> **Work instructions**: Within the entries that follow, show each line where the word "Predictions" occurs.

> **Information supplied**:
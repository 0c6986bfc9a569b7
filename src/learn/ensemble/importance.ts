/**
 * Impurity-based importance: for each feature, the sum over every tree of the gains (weighted impurity
 * decreases) of the nodes that split on it, normalised to sum to 1 (Breiman, Friedman, Olshen & Stone
 * 1984, Classification and Regression Trees, §5.3.4; Breiman 2001, "Random forests", Machine Learning 45:5–32).
 */
import type { ColumnSchema } from '../../table/frame.js';
import { LEAF, type FlatTree } from '../flat-tree.js';

/** One row of an importance table (same shape as the rows of the importance chart). */
export interface ImpurityImportanceRow {
  readonly feature: string;
  /** Share of the total gain, in [0, 1]; the rows sum to 1 (all 0 when no tree has a split). */
  readonly value: number;
}

/**
 * Importance table of `trees` over `features`, largest first (ties in feature order).
 * @example
 * impurityImportance(model.trees, model.features); // [{ feature: 'x4', value: 0.41 }, ...] (the row shape chartImportance draws)
 */
export function impurityImportance(trees: readonly FlatTree[], features: readonly ColumnSchema[]): ImpurityImportanceRow[] {
  const total = new Float64Array(features.length);
  for (const t of trees) {
    for (let n = 0; n < t.nNodes; n++) {
      if (t.kind[n] !== LEAF && t.gain[n] > 0) total[t.feature[n]] += t.gain[n];
    }
  }
  const sum = total.reduce((a, b) => a + b, 0);
  const rows = features.map((f, j) => ({ feature: f.name, value: sum > 0 ? total[j] / sum : 0, j }));
  rows.sort((a, b) => b.value - a.value || a.j - b.j);
  return rows.map(({ feature, value }) => ({ feature, value }));
}
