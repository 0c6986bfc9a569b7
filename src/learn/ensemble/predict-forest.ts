/**
 * Predictions of bagged trees and random forests: the mean of the members' leaf values (numbers), the
 * mean of their leaf probabilities ('average') or each member's vote share ('vote') for classes.
 */
import type { Frame } from '../../table/frame.js';
import type { Predictions } from '../model.js';
import type { ForestModel } from './models.js';
import { rowSourceFor } from '../tree/row-source.js';
import { addTreeValues, argmaxAt } from './tree-sum.js';
import { leafOf } from '../flat-tree.js';

/**
 * Predict `frame` with the first `size` members of `model` (all by default).
 * @param size members to use, for curves of error against size. __Default:__ all.
 * @example
 * const pred = predictForest(forest, testFrame);
 * pred.value; // class index per row (classification) or predicted number
 */
export function predictForest(model: ForestModel, frame: Frame, size: number = model.trees.length): Predictions {
  const src = rowSourceFor(model.features, frame);
  const n = frame.nRows;
  const m = Math.max(0, Math.min(size, model.trees.length));
  if (model.task === 'regression') {
    const value = new Float64Array(n);
    for (let t = 0; t < m; t++) addTreeValues(model.trees[t], src, n, value, 1, 0);
    for (let i = 0; i < n; i++) value[i] /= m; // m = 0 gives NaN: no members, no prediction
    return { task: 'regression', n, value, proba: new Float64Array(0), classes: [] };
  }
  const classes = model.target.classes ?? [];
  const K = classes.length;
  const proba = new Float64Array(n * K);
  for (let t = 0; t < m; t++) {
    const tree = model.trees[t];
    if (model.combine === 'average') addTreeValues(tree, src, n, proba, K, 0);
    else for (let i = 0; i < n; i++) proba[i * K + argmaxAt(tree.value, leafOf(tree, src, i) * K, K)] += 1;
  }
  for (let j = 0; j < proba.length; j++) proba[j] /= m;
  const value = new Float64Array(n);
  for (let i = 0; i < n; i++) value[i] = argmaxAt(proba, i * K, K);
  return { task: 'classification', n, value, proba, classes };
}
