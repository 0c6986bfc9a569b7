/**
 * Model-file body of bagged trees and random forests: `{ trees, combine, oobCurve, importance }`.
 */
import { errors } from '../../errors.js';
import type { ModelHeader } from '../model.js';
import { decodeNumber, encodeNumber, readArray, readInt, readObject, type JsonValue } from '../tree/json-values.js';
import { classOutputs, decodeImportance, decodeTrees, encodeImportance, encodeTrees } from './codec-parts.js';
import type { ForestModel } from './models.js';

export const forestCodec = {
  encode(model: ForestModel): { [key: string]: JsonValue } {
    return {
      trees: encodeTrees(model.trees),
      combine: model.combine,
      oobCurve: model.oobCurve.map((p) => ({ size: p.size, error: encodeNumber(p.error) })),
      importance: encodeImportance(model.importance),
    };
  },
  decode(body: unknown, header: ModelHeader): ForestModel {
    const o = readObject(body, 'body');
    if (o.combine !== 'average' && o.combine !== 'vote') throw errors.badModel("body.combine should be 'average' or 'vote'");
    return {
      ...header,
      kind: header.kind as 'bagging' | 'forest',
      trees: decodeTrees(o.trees, 'body.trees', header.features, classOutputs(header)),
      combine: o.combine,
      oobCurve: readArray(o.oobCurve, 'body.oobCurve').map((x, i) => {
        const p = readObject(x, `body.oobCurve[${i}]`);
        return { size: readInt(p.size, `body.oobCurve[${i}].size`, 1), error: decodeNumber(p.error, `body.oobCurve[${i}].error`) };
      }),
      importance: decodeImportance(o.importance, 'body.importance'),
    };
  },
};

> **Result**:
 * Predictions of bagged trees and random forests: the mean of the members' leaf values (numbers), the
import type { Predictions } from '../model.js';
export function predictForest(model: ForestModel, frame: Frame, size: number = model.trees.length): Predictions {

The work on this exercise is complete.